**DATA FOR THIS TASK**
════════
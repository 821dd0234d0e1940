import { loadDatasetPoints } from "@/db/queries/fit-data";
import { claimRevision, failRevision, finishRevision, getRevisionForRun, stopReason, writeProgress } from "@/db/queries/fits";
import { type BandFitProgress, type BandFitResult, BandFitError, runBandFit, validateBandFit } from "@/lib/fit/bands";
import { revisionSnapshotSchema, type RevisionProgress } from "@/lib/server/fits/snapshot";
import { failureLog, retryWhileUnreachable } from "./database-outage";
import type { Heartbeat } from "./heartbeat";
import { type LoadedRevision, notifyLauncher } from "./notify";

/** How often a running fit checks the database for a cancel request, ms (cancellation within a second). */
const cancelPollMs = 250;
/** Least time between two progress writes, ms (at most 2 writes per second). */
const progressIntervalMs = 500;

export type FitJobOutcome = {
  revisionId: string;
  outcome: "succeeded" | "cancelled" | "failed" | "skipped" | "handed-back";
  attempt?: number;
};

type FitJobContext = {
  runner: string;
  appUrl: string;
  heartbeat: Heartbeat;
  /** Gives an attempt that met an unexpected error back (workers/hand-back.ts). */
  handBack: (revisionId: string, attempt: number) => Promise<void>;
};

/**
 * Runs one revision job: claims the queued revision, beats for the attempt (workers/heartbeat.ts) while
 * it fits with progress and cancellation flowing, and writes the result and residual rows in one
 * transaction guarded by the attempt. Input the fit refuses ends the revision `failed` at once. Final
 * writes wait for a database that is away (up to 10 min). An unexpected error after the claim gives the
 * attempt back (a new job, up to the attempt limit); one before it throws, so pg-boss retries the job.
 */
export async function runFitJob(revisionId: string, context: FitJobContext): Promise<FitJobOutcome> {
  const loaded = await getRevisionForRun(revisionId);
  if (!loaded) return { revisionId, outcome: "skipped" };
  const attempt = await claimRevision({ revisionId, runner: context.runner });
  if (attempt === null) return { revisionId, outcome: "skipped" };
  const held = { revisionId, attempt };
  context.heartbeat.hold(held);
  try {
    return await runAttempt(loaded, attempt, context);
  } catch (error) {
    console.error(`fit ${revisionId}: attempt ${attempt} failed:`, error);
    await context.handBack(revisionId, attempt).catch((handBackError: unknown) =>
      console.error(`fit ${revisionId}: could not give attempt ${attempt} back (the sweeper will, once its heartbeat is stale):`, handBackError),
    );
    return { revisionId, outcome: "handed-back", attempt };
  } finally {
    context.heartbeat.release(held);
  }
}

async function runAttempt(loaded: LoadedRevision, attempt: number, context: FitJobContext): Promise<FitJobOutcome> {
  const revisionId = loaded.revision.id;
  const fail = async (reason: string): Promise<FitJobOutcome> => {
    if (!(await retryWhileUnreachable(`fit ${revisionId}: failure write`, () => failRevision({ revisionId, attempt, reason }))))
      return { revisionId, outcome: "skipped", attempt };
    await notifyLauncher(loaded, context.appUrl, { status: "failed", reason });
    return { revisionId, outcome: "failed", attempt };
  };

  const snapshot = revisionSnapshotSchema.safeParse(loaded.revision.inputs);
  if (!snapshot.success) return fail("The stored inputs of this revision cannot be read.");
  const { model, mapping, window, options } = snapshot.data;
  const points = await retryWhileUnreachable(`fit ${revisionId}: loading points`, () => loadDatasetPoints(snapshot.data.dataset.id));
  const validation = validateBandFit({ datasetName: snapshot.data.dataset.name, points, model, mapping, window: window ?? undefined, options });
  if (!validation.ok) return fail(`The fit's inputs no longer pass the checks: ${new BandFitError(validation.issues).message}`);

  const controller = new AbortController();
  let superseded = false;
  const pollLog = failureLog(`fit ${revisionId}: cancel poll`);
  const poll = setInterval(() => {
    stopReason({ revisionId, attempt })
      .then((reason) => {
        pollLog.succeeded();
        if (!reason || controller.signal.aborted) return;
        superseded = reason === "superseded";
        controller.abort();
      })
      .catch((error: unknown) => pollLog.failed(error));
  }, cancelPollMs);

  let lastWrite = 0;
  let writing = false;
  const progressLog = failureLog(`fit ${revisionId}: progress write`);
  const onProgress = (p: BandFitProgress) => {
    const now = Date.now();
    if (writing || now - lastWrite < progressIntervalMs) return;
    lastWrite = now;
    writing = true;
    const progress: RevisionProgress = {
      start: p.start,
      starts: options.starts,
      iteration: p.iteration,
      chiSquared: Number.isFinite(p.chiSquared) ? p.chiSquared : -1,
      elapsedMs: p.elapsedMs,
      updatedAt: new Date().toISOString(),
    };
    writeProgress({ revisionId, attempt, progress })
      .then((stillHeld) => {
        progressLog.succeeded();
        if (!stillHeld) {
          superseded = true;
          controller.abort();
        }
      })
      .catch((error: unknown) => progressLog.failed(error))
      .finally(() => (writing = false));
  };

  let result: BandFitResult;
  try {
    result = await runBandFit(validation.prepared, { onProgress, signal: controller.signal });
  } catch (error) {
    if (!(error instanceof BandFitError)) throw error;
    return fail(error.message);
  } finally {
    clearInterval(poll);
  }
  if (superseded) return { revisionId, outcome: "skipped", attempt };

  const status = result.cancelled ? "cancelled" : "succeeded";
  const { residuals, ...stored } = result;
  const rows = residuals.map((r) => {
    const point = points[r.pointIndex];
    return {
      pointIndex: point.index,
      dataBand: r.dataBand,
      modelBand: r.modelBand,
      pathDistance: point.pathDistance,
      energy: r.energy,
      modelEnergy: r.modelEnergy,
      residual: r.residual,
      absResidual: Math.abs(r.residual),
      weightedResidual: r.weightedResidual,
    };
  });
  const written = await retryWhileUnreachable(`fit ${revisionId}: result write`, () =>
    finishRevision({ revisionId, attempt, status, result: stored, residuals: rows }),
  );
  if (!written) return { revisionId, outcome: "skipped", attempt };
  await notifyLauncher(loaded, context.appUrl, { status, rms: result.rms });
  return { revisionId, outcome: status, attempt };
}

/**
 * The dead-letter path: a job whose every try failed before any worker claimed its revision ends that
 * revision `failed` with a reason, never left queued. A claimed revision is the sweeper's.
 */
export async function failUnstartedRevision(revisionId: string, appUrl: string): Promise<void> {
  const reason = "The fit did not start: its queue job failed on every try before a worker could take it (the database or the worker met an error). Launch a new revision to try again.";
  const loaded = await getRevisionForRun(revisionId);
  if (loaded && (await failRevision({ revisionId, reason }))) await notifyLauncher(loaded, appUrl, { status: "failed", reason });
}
════════
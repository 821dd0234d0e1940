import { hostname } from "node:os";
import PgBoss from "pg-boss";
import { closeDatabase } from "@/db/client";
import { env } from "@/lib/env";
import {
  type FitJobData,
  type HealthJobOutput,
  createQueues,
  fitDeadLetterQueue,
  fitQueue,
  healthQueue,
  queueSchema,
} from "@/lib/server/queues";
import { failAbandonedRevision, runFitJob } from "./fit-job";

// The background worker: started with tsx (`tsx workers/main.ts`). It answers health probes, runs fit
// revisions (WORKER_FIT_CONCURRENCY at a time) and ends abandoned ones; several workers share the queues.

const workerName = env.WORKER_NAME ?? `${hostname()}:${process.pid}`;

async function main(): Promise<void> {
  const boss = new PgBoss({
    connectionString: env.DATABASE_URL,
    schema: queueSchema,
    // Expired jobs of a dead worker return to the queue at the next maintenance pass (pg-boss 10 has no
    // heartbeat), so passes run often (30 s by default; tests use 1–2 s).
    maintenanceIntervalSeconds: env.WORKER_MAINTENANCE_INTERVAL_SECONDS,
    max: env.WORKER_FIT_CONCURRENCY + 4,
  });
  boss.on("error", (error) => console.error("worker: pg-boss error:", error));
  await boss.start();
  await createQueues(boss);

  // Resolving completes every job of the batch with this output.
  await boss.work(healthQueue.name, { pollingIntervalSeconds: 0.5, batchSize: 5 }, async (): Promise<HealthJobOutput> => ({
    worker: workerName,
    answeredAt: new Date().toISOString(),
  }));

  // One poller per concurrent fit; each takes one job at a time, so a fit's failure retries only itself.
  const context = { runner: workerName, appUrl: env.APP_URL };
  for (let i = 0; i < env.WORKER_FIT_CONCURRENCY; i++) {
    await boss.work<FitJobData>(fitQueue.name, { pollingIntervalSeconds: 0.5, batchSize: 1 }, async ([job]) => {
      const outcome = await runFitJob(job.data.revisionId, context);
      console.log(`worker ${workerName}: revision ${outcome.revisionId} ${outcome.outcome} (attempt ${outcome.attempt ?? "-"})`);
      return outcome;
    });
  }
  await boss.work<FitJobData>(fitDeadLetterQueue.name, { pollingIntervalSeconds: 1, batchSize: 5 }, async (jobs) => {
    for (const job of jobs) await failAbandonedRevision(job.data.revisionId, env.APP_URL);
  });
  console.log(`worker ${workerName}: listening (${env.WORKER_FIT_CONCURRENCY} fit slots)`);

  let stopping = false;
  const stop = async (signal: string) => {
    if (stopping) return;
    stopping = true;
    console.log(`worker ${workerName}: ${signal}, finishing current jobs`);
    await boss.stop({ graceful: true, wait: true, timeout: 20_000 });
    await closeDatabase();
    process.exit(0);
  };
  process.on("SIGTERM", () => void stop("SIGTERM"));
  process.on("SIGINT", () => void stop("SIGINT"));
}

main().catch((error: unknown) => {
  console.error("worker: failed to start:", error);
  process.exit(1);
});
════════
**PROBLEM DESCRIPTION**
Only the lines above from the one with "use 1–2 s)." up to and including the one with "if (stopping) return;" should be repeated, exactly as written.

**WRITTEN RESPONSE**
    // heartbeat), so passes run often (30 s by default; tests use 1–2 s).
    maintenanceIntervalSeconds: env.WORKER_MAINTENANCE_INTERVAL_SECONDS,
    max: env.WORKER_FIT_CONCURRENCY + 4,
  });
  boss.on("error", (error) => console.error("worker: pg-boss error:", error));
  await boss.start();
  await createQueues(boss);

  // Resolving completes every job of the batch with this output.
  await boss.work(healthQueue.name, { pollingIntervalSeconds: 0.5, batchSize: 5 }, async (): Promise<HealthJobOutput> => ({
    worker: workerName,
    answeredAt: new Date().toISOString(),
  }));

  // One poller per concurrent fit; each takes one job at a time, so a fit's failure retries only itself.
  const context = { runner: workerName, appUrl: env.APP_URL };
  for (let i = 0; i < env.WORKER_FIT_CONCURRENCY; i++) {
    await boss.work<FitJobData>(fitQueue.name, { pollingIntervalSeconds: 0.5, batchSize: 1 }, async ([job]) => {
      const outcome = await runFitJob(job.data.revisionId, context);
      console.log(`worker ${workerName}: revision ${outcome.revisionId} ${outcome.outcome} (attempt ${outcome.attempt ?? "-"})`);
      return outcome;
    });
  }
  await boss.work<FitJobData>(fitDeadLetterQueue.name, { pollingIntervalSeconds: 1, batchSize: 5 }, async (jobs) => {
    for (const job of jobs) await failAbandonedRevision(job.data.revisionId, env.APP_URL);
  });
  console.log(`worker ${workerName}: listening (${env.WORKER_FIT_CONCURRENCY} fit slots)`);

  let stopping = false;
  const stop = async (signal: string) => {
    if (stopping) return;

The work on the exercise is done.